A person's hand holding a smartphone open to a purple screen that says 'AI' on it over a graphic of the human brain.
Northeastern University researchers are developing an AI-integrated app that will give speech-impaired users access to speech recognition and personalized text-to-speech synthesis. Getty Images

More than 250 million people worldwide have verbal communication disorders that make it difficult to use automatic speech recognition programs. Simply sharing what they’d like to eat for dinner by using ASR is cumbersome.
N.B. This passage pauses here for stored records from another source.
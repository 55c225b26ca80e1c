//! Shared wording of the terminal and HTML renderers: number formats, the
//! headline sentence, and every table's header and rows as text (the
//! terminal draws them with comfy-table, the HTML report as `<table>`).

use crate::report::summary::Summary;
use crate::report::types::{AccountFigures, Metrics};

/// Formats an optional figure; `—` for null.
pub fn fmt_opt(v: Option<f64>, decimals: usize) -> String {
    match v {
        Some(x) if x.is_finite() => format!("{x:.decimals$}"),
        _ => "—".into(),
    }
}

pub fn pct(v: Option<f64>) -> String {
    match v {
        Some(x) if x.is_finite() => format!("{:.1} %", x * 100.0),
        _ => "—".into(),
    }
}

fn delta(a: Option<f64>, b: Option<f64>, decimals: usize) -> String {
    match (a, b) {
        (Some(a), Some(b)) if a.is_finite() && b.is_finite() => format!("{:+.decimals$}", b - a),
        _ => "".into(),
    }
}

/// (label, getter, decimals, is_percent)
type Row = (&'static str, fn(&Metrics) -> Option<f64>, usize, bool);

const METRIC_ROWS: &[Row] = &[
    ("trades", |m| Some(m.trades as f64), 0, false),
    ("net", |m| Some(m.net), 2, false),
    ("gross profit", |m| Some(m.gross_profit), 2, false),
    ("gross loss", |m| Some(m.gross_loss), 2, false),
    ("win rate", |m| m.win_rate, 3, true),
    ("profit factor", |m| m.profit_factor, 3, false),
    ("average win", |m| m.avg_win, 2, false),
    ("average loss", |m| m.avg_loss, 2, false),
    ("payoff ratio", |m| m.payoff_ratio, 3, false),
    ("expectancy", |m| m.expectancy, 2, false),
    ("largest win", |m| m.largest_win, 2, false),
    ("largest loss", |m| m.largest_loss, 2, false),
    ("max drawdown", |m| m.max_drawdown, 2, false),
    ("max drawdown %", |m| m.max_drawdown_pct, 3, true),
    (
        "longest drawdown (days)",
        |m| m.longest_drawdown_days,
        1,
        false,
    ),
    ("return / drawdown", |m| m.return_to_drawdown, 3, false),
    ("Sharpe (daily, ann.)", |m| m.sharpe, 3, false),
    ("Sortino (daily, ann.)", |m| m.sortino, 3, false),
    ("t-statistic", |m| m.t_stat, 3, false),
    ("time in market", |m| m.time_in_market, 3, true),
    ("tail concentration", |m| m.tcr, 2, false),
];

/// The one-sentence answer.
/// Which releases the answer speaks of, when the user narrowed or
/// reshaped them (`--tiers`, `--window-category`, `--window-title`,
/// `--all-day`); empty for the defaults.
fn release_scope(w: &crate::report::types::WindowSettings) -> String {
    let mut parts = Vec::new();
    if w.tiers.len() < 3 {
        parts.push(format!(
            "tiers {}",
            w.tiers
                .iter()
                .map(|t| t.as_str())
                .collect::<Vec<_>>()
                .join(", ")
        ));
    }
    let shown = |win: &Option<crate::report::types::Window>| {
        win.map_or("off".to_string(), |x| {
            format!("{}/{}", x.pre_min, x.post_min)
        })
    };
    for (cat, win) in &w.by_category {
        parts.push(format!("category {cat} {}", shown(win)));
    }
    for (re, win) in &w.by_title {
        parts.push(format!("titles matching '{}' {}", re.as_str(), shown(win)));
    }
    if w.include_all_day {
        parts.push("all-day releases included".into());
    }
    if parts.is_empty() {
        String::new()
    } else {
        format!(" ({})", parts.join("; "))
    }
}

/// With alternative runs: the median run's Sharpe before and after.
fn median_sharpe_words(s: &Summary) -> String {
    if s.account_figures != AccountFigures::PerRun {
        return String::new();
    }
    let Some(f) = s
        .across_runs
        .as_ref()
        .and_then(|d| d.figures.iter().find(|f| f.metric == "sharpe"))
    else {
        return String::new();
    };
    format!(
        "; the median run's Sharpe goes from {} to {} (over {} runs)",
        fmt_opt(f.baseline.median, 2),
        fmt_opt(f.removed.median, 2),
        f.runs
    )
}

pub fn headline_sentence(s: &Summary) -> String {
    let h = &s.headline;
    let b = &s.scenarios.baseline;
    let r = &s.scenarios.removed;
    format!(
        "{} of {} trades ({}) were exposed to {} of {} used releases{} and made {:.2}, {} of the net {:.2}; without them profit factor goes from {} to {} and net to {:.2}{}{}.",
        s.exposure.exposed_trades,
        s.exposure.trades,
        pct(h.share_of_count),
        s.exposure.releases_touched,
        s.exposure.releases_used,
        release_scope(&s.settings.windows),
        h.exposed_pnl,
        pct(h.share_of_net),
        h.net,
        fmt_opt(b.profit_factor, 2),
        fmt_opt(r.profit_factor, 2),
        r.net,
        median_sharpe_words(s),
        s.placebo.as_ref().map_or(String::new(), |p| format!(
            "; placebo p = {}",
            fmt_opt(p.p_share, 3)
        ))
    )
}

pub const TAIL_HEADER: [&str; 6] = [
    "scenario",
    "tail concentration",
    "above threshold",
    "top bucket (trades)",
    "Hill tail index",
    "Hill k of n",
];

/// Tail figures per scenario, as text rows (HTML).
pub fn tail_rows(s: &Summary) -> Vec<Vec<String>> {
    let t = &s.tail;
    let mut lines = vec![
        ("baseline", &t.baseline),
        ("removed", &t.removed),
        ("capped", &t.capped),
    ];
    if let Some(st) = &t.stressed {
        lines.push(("stressed", st));
    }
    lines
        .iter()
        .map(|(name, l)| {
            vec![
                name.to_string(),
                fmt_opt(l.tcr, 2),
                match l.above_threshold {
                    Some(true) => "yes".into(),
                    Some(false) => "no".into(),
                    None => "—".into(),
                },
                if l.too_few {
                    format!("{} (too few to judge)", l.top_bucket)
                } else {
                    l.top_bucket.to_string()
                },
                l.hill.map_or("—".into(), |h| format!("{:.2}", h.alpha)),
                l.hill.map_or("—".into(), |h| format!("{} of {}", h.k, h.n)),
            ]
        })
        .collect()
}

pub const PLACEBO_HEADER: [&str; 3] = ["statistic", "observed", "p-value"];

/// The placebo test's two statistics, as text rows (HTML).
pub fn placebo_rows(p: &crate::report::types::PlaceboResult) -> Vec<Vec<String>> {
    vec![
        vec![
            "exposed share of net".into(),
            pct(p.observed_share),
            fmt_opt(p.p_share, 4),
        ],
        vec![
            "mean exposed − mean unexposed P/L".into(),
            fmt_opt(p.observed_mean_diff, 2),
            fmt_opt(p.p_mean_diff, 4),
        ],
    ]
}

pub const BOOTSTRAP_HEADER: [&str; 4] = ["figure", "change", "low", "high"];

/// The bootstrap intervals as text rows (terminal and HTML).
pub fn bootstrap_rows(b: &crate::report::types::BootstrapResult) -> Vec<Vec<String>> {
    b.intervals
        .iter()
        .map(|(name, i)| {
            vec![
                name.replace('_', " "),
                fmt_opt(i.observed, 3),
                fmt_opt(i.low, 3),
                fmt_opt(i.high, 3),
            ]
        })
        .collect()
}

pub const SCENARIO_HEADER: [&str; 6] = [
    "figure",
    "baseline",
    "removed",
    "Δ removed",
    "capped",
    "Δ capped",
];

/// The scenario table's header: [`SCENARIO_HEADER`], and the stressed
/// scenario's two columns when there is one.
pub fn scenario_header(s: &Summary) -> Vec<&'static str> {
    let mut h = SCENARIO_HEADER.to_vec();
    if s.scenarios.stressed.is_some() {
        h.extend(["stressed", "Δ stressed"]);
    }
    h
}

/// The scenario table's rows as text, and the labels of the rows this
/// input cannot fill (left out).
pub fn scenario_rows(s: &Summary) -> (Vec<Vec<String>>, Vec<&'static str>) {
    let sc = &s.scenarios;
    let (mut rows, mut left_out) = (Vec::new(), Vec::new());
    for (label, get, dec, is_pct) in METRIC_ROWS {
        let (b, r, c) = (get(&sc.baseline), get(&sc.removed), get(&sc.capped));
        if b.is_none() && r.is_none() && c.is_none() {
            left_out.push(*label);
            continue;
        }
        let f = |v: Option<f64>| if *is_pct { pct(v) } else { fmt_opt(v, *dec) };
        let d = |a: Option<f64>, b: Option<f64>| {
            if *is_pct {
                delta(a.map(|x| x * 100.0), b.map(|x| x * 100.0), 1)
            } else {
                delta(a, b, *dec)
            }
        };
        let mut row = vec![label.to_string(), f(b), f(r), d(b, r), f(c), d(b, c)];
        if let Some(st) = &sc.stressed {
            let v = get(st);
            row.extend([f(v), d(b, v)]);
        }
        rows.push(row);
    }
    (rows, left_out)
}

pub const RUNS_HEADER: [&str; 9] = [
    "run",
    "trades",
    "exposed",
    "net",
    "net removed",
    "PF",
    "PF removed",
    "TCR",
    "TCR removed",
];

/// The first `top` runs by baseline net, as text rows.
pub fn runs_rows(s: &Summary, top: usize) -> Vec<Vec<String>> {
    let mut runs: Vec<&crate::report::types::RunResult> = s.runs.iter().collect();
    runs.sort_by(|a, b| {
        b.scenarios
            .baseline
            .net
            .total_cmp(&a.scenarios.baseline.net)
    });
    runs.iter()
        .take(top)
        .map(|r| {
            let (b, m) = (&r.scenarios.baseline, &r.scenarios.removed);
            vec![
                r.run.clone(),
                r.trades.to_string(),
                r.exposed_trades.to_string(),
                format!("{:.2}", b.net),
                format!("{:.2}", m.net),
                fmt_opt(b.profit_factor, 2),
                fmt_opt(m.profit_factor, 2),
                fmt_opt(b.tcr, 1),
                fmt_opt(m.tcr, 1),
            ]
        })
        .collect()
}

pub const ACROSS_HEADER: [&str; 11] = [
    "figure",
    "runs",
    "median",
    "q1",
    "q3",
    "best",
    "worst",
    "median rem",
    "q1 rem",
    "q3 rem",
    "improved",
];

/// The spread of each account-path figure across runs, as text rows.
pub fn across_rows(d: &crate::report::types::RunDistribution) -> Vec<Vec<String>> {
    d.figures
        .iter()
        .map(|f| {
            let v = |x: Option<f64>| fmt_opt(x, 2);
            vec![
                f.metric.replace('_', " "),
                f.runs.to_string(),
                v(f.baseline.median),
                v(f.baseline.q1),
                v(f.baseline.q3),
                v(f.baseline.best),
                v(f.baseline.worst),
                v(f.removed.median),
                v(f.removed.q1),
                v(f.removed.q3),
                pct(f.share_improved),
            ]
        })
        .collect()
}

/// The distortion block: rank agreement, the top-k sets, and the random
/// removal reference (docs/method.md §10), one sentence each.
pub fn distortion_lines(d: &crate::analysis::distortion::Distortion) -> String {
    let mut out = String::new();
    let num = |v: Option<f64>| v.map_or("-".to_string(), |x| format!("{x:.3}"));
    let names = |v: &[String]| {
        if v.is_empty() {
            "none".to_string()
        } else {
            v.join(", ")
        }
    };
    out.push_str(&format!(
        "Reordering without the exposed trades: Spearman rho {}, Kendall tau-b {} over {} runs (1 = same order); top {}: {} in both, left: {}, entered: {}.\n",
        num(d.spearman_rho),
        num(d.kendall_tau_b),
        d.runs_compared,
        d.top_k,
        d.top_overlap,
        names(&d.left_top),
        names(&d.entered_top)
    ));
    if let Some(r) = &d.random_removal {
        out.push_str(&format!(
            "Removing as many random trades per run instead ({} draws): median rho {}; {} of draws reorder as much or more.\n",
            r.draws,
            num(r.median_rho),
            r.share_rho_at_or_below
                .map_or("-".to_string(), |s| format!("{:.1} %", 100.0 * s))
        ));
    }
    out
}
The result comes out in a generic audio voice that doesn’t reflect the mood of the speaker. And since the human voice is so closely linked to identity, when a communication tool sounds like a machine, or doesn’t work at all, the user may worry that their personality will be misinterpreted.

Northeastern University researchers are working to change that. Computer science professors Aanchan Mohan and Mirjana Prpa are developing an AI-integrated app that will give speech-impaired users access to a range of communication tools on their phones: speech recognition, text, whole-word selection, emojis and personalized text-to-speech synthesis. 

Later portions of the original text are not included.